Task statement: Among the entries below, find the lines holding "footOf" and copy them.

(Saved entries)
————————

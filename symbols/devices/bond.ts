import { terminalsOf } from '#shared/kinds/place.ts';
import type { Device } from '#shared/model/design.ts';

import { boxPath, defineDrawing, type Art } from './drawing.ts';

/** A bar with its ways, and below it what the role stands for. */
export const bond = defineDrawing({
  kind: 'bond',
  art: (device) => {
    const ways = terminalsOf({ ...device, x: 0, y: 0, rotation: 0 });
    const first = ways[0]?.x ?? 16;
    const last = ways.at(-1)?.x ?? 16;
    const middle = (first + last) / 2;
    const foot = footOf(device, middle);
    return { ...foot, strokes: `M${first} 0H${last}M${middle} 0V12${foot.strokes}` };
  },
});

const WAVE = 'c2-3 4-3 5 0s3 3 5 0s3-3 5 0s3 3 5 0';

function footOf(device: Device, x: number): Art {
  switch (device.ratings.role) {
    case 'engine':
      return { strokes: `M${x - 12} 13H${x + 12}M${x - 8} 13l-5 9M${x + 1} 13l-5 9M${x + 10} 13l-5 9` };
    case 'plate':
      return { strokes: `M${x - 10} 21${WAVE}`, fills: boxPath(x - 12, 12, 24, 3) };
    case 'hull':
      return { strokes: `M${x - 12} 12V18C${x - 12} 30 ${x + 12} 30 ${x + 12} 18V12ZM${x} 12V26` };
    case 'anode':
      return { strokes: `M${x - 10} 26${WAVE}`, fills: boxPath(x - 9, 12, 18, 8) };
    case 'lightning':
      return {
        strokes: `M${x - 8} 18h16M${x - 5} 22h10M${x - 2} 26h4M${x} 12V18M${x + 13} 1l-3 8h6l-3 8`,
        fills: `M${x + 13} 20l-3-5h6Z`,
      };
    default:
      return { strokes: `M${x} 12V16M${x - 10} 16h20M${x - 6.5} 20.5h13M${x - 3} 25h6` };
  }
}
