import { defineRule } from '#shared/rules/rule.ts';
import { openTerminals } from '#shared/solve/openings.ts';
import type { Proof } from '#shared/solve/proof.ts';
import { callOf } from '#shared/solve/ratings.ts';
import type { LoadDemand } from '#shared/solve/demand.ts';
import { compareMarks } from '#shared/rules/marks.ts';

/**
 * Every load can be reached from a source and back, with the switches and selectors in one position or another.
 *
 * Why: a load that cannot is drawn but would never run, and nothing about it is proved. Loads that one missing
 * connection leaves dead are one finding, on the first of them.
 * Source: none; it is what a drawing shows.
 * Says nothing where an open terminal is the reason: `topology/terminal-open` does.
 */
export const deviceUnsupplied = defineRule({
  id: 'topology/device-unsupplied',
  title: 'A device has no supply',
  severity: 'should',
  sources: {
    'abyc-e11': { title: 'Ampwright', clause: 'what a drawing shows' },
    'iso-13297': { title: 'Ampwright', clause: 'what a drawing shows' },
  },
  message: '{device} is connected, but no source reaches it and leads back.',

  *check(proof) {
    const open = new Set(openTerminals(proof).map(({ device }) => device.id));
    const byCause = new Map<string, LoadDemand[]>();
    for (const load of proof.loads) {
      const isAcrossShort = [load.edge.a, load.edge.b].some((node) => proof.shorts.isShorted(node));
      if (isSupplied(proof, load) || open.has(load.device.id) || isAcrossShort) continue;
      const cause = causeOf(proof, load);
      byCause.set(cause, [...(byCause.get(cause) ?? []), load]);
    }
    for (const loads of byCause.values()) {
      const [first, ...more] = loads.map(({ device }) => device).toSorted(compareMarks);
      if (deadNetHasOpening(proof, loads[0]!, open)) continue;
      yield {
        subject: { device: first!.id },
        message:
          more.length > 0
            ? '{device} and {moreCount} more are connected, but no source reaches them and leads back.'
            : undefined,
        figures: { device: callOf(first!), moreCount: more.length },
      };
    }
  },
});

function isSupplied({ circuits }: Proof, { edge }: LoadDemand): boolean {
  const [pos, neg] = [circuits.netOf(edge.a), circuits.netOf(edge.b)];
  return pos !== neg && pos.side !== 'dead' && neg.side !== 'dead' && circuits.islandOf(pos) === circuits.islandOf(neg);
}

/** The dead net at either end; a load across one net, or between two islands, is a cause of its own. */
function causeOf({ circuits }: Proof, { edge, device }: LoadDemand): string {
  const dead = [circuits.netOf(edge.a), circuits.netOf(edge.b)].find((net) => net.side === 'dead');
  return dead && circuits.netOf(edge.a) !== circuits.netOf(edge.b) ? `net ${dead.index}` : device.id;
}

/** A fuse or switch with an open end on the dead net, or one on every source about: that is the reason, and is said there. */
function deadNetHasOpening({ circuits }: Proof, { edge }: LoadDemand, open: ReadonlySet<string>): boolean {
  const nets = [circuits.netOf(edge.a), circuits.netOf(edge.b)];
  const dead = new Set(nets.filter((net) => net.side === 'dead'));
  const sources = nets.flatMap(({ positives, negatives }) => [...positives, ...negatives]);
  if (dead.size === 1 && sources.length > 0 && sources.every(({ device }) => open.has(device.id))) return true;
  return circuits.network.edges.some(
    (each) => each.type === 'contact' && dead.has(circuits.netOf(each.a)) && open.has(each.device.id),
  );
}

————————

Written answer:
    const foot = footOf(device, middle);
function footOf(device: Device, x: number): Art {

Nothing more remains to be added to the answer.